An anonymous reviewer remarks that “according to the original definition of winner/loser preferring constraints, most constraints usually end up as even, because the loser and the winner usually do not differ too much. Thus, re-ranking moves around only few constraints, as no update rule re-ranks even constraints. But once individual constraint differences are replaced with their convex combination (9), the number of even constraints may drop drastically, as it is easy for the convex combination to be non-null. Thus, the refinement in Eq. (22) can be interpreted as a strategy to keep the number of even constraints large.”

Unlike many OT models, the approach to metrical stress discussed in Sect. 5 has bounded constraints, even though the upper bound depends on the number of syllables in the underlying form. Therefore, for each input, there exists a \(q>1\) such that the powers of \(q\) can serve as the weights in a Harmony Grammar (a \(q\)-HG grammar) equivalent to the corresponding OT grammar. In order to compare the two approaches, one also needs to translate the cooling schedule in OT—that is, parameters \(K_\mathrm{max}, K_\mathrm{step}, t_\mathrm{max}, t_{\mathrm{step}}\), etc.—into a traditional cooling schedule; for a possible solution, refer to Biró (2009).

The use of gradient alignment constraints, such as All-Feet-Left/Right, was criticized a decade ago, both from computational and typological perspectives (Eisner 1997; McCarthy 2003; Bíró 2003).

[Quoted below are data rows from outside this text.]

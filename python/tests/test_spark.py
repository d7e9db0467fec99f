"""saltus.spark.price in Spark local mode: the same digits as the command
line on a 200,000-row invented book, whatever the partitioning (source: the
CLI's own output on the same CSV, compared value by value)."""

from __future__ import annotations

import csv
import math
import os
import random

import pytest

from conftest import run_cli, write_csv

if os.environ.get("SALTUS_SKIP_SPARK") == "1":
    pytest.skip("SALTUS_SKIP_SPARK=1", allow_module_level=True)
# scripts/test.sh installs PySpark; without it this module fails (no silent skip).
import pyspark  # noqa: E402,F401

from saltus import spark as saltus_spark  # noqa: E402
import saltus  # noqa: E402

ROWS = 200_000


@pytest.fixture(scope="module")
def spark():
    from pyspark.sql import SparkSession

    s = (SparkSession.builder.master("local[2]").appName("saltus-tests")
         .config("spark.ui.enabled", "false")
         .config("spark.sql.execution.arrow.pyspark.enabled", "true")
         .config("spark.sql.shuffle.partitions", "8")
         .getOrCreate())
    yield s
    s.stop()


def invented_book(n: int, seed: int):
    """Made-up underlyings and numbers; a few bad rows."""
    rng = random.Random(seed)
    header = ["id", "underlying", "kind", "spot", "strike", "expiry", "rate", "div_yield",
              "vol", "jump_rate", "jump_mean", "jump_vol"]
    rows = []
    for i in range(n):
        s = rng.choice([42.0, 180.0, 3100.0])
        rows.append([f"SP{i:06d}", rng.choice(["ORVAL", "KESTREL", "TAMBO"]),
                     rng.choice(["call", "put"]), repr(s), f"{s * rng.uniform(0.5, 1.8):.2f}",
                     f"{rng.uniform(0.0, 4.0):.4f}", f"{rng.uniform(-0.005, 0.06):.4f}",
                     f"{rng.uniform(0, 0.03):.4f}", f"{rng.uniform(0.0, 0.6):.3f}",
                     f"{rng.uniform(0, 3):.3f}", f"{rng.uniform(-0.4, 0.2):.3f}",
                     f"{rng.uniform(0, 0.4):.3f}"])
    rows[10][8] = "-0.1"
    rows[20][4] = "abc"
    return header, rows


@pytest.fixture(scope="module")
def book_and_cli(cli, tmp_path_factory):
    tmp = tmp_path_factory.mktemp("spark")
    header, rows = invented_book(ROWS, 5)
    path = write_csv(tmp / "book.csv", header, rows)
    h, got = run_cli(cli, ["price", str(path)], tmp)
    return path, {r[0]: dict(zip(h, r)) for r in got}


@pytest.mark.parametrize("parts", [1, 3, 8])
def test_bit_identical_to_the_cli_on_any_partitioning(spark, book_and_cli, parts):
    path, cli_rows = book_and_cli
    df = spark.read.csv(str(path), header=True).repartition(parts)
    assert df.rdd.getNumPartitions() == parts
    priced = saltus_spark.price(df)
    assert priced.schema == saltus_spark.output_schema(df.schema)
    out = priced.toPandas()
    assert len(out) == ROWS
    cols = saltus.RESULT_COLUMNS[:10] + ["terms"]
    for rec in out.itertuples(index=False):
        r = rec._asdict()
        want = cli_rows[r["id"]]
        for c in cols:
            if want[c] == "":
                assert math.isnan(r[c]), (r["id"], c)
            else:
                assert float(want[c]) == r[c], (r["id"], c, want[c], r[c])
        if want["status"] == "ok":
            assert r["status"] == "ok"
        else:
            # The CLI names the input line; Spark names the row's id.
            msg = want["status"].split(": ", 2)[2]
            assert r["status"] == f"error: id {r['id']}: {msg}", (r["status"], want["status"])


@pytest.mark.parametrize("parts", [1, 3])
def test_crosscheck_bit_identical_to_the_cli_on_any_partitioning(spark, cli, tmp_path, parts):
    """saltus.spark.crosscheck equals `saltus crosscheck` with the same paths
    and seed on every row and column (source: the command line; streams are
    keyed on seed and id, never on a row's partition or position)."""
    header, rows = invented_book(300, 9)
    path = write_csv(tmp_path / "xc.csv", header, rows)
    h, got = run_cli(cli, ["crosscheck", str(path), "--paths", "16384", "--seed", "3"], tmp_path)
    want = {r[0]: dict(zip(h, r)) for r in got}
    df = spark.read.csv(str(path), header=True).repartition(parts)
    out = saltus_spark.crosscheck(df, paths=16384, seed=3).toPandas()
    assert len(out) == len(rows)
    for rec in out.itertuples(index=False):
        r = rec._asdict()
        w = want[r["id"]]
        for c in saltus.CHECK_COLUMNS:
            if c == "status":
                if w[c] == "ok":
                    assert r[c] == "ok"
                else:
                    assert r[c] == f"error: id {r['id']}: {w[c].split(': ', 2)[2]}"
            elif c in ("mc_method", "verdict"):
                assert (r[c] or "") == w[c], (r["id"], c)
            elif w[c] == "":
                assert r[c] is None or math.isnan(r[c]), (r["id"], c, r[c])
            else:
                assert float(w[c]) == r[c], (r["id"], c, w[c], r[c])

Topdem was called *Minimal GLA* in Boersma (1998), where a correctness proof is also provided. Moreover, the *Error Driven Constraint Demotion Algorithm* (EDCD) of Tesar and Smolensky roughly corresponds to our Alldem and Topdem methods. We did not implement the original EDCD for two reasons: First, it does not use numeric ranks, and therefore its results would not be comparable to the results produced by other approaches. Second, the way EDCD uses strata (“pooling the marks”) raises serious doubts (Boersma 2009). Moreover, according to Boersma (2003), his update rule in combination with RIP is more successful than EDCD in learning metrical stress.

## Acknowledgments

The author is thankful to Jan-Willem van Leussen for the initial discussion triggering the research presented in this article, as well as for ongoing discussion and remarks on earlier versions of the paper. I also wish to express my gratitude to Paul Boersma, Giorgio Magri and an anonymous reviewer for commenting the manuscript.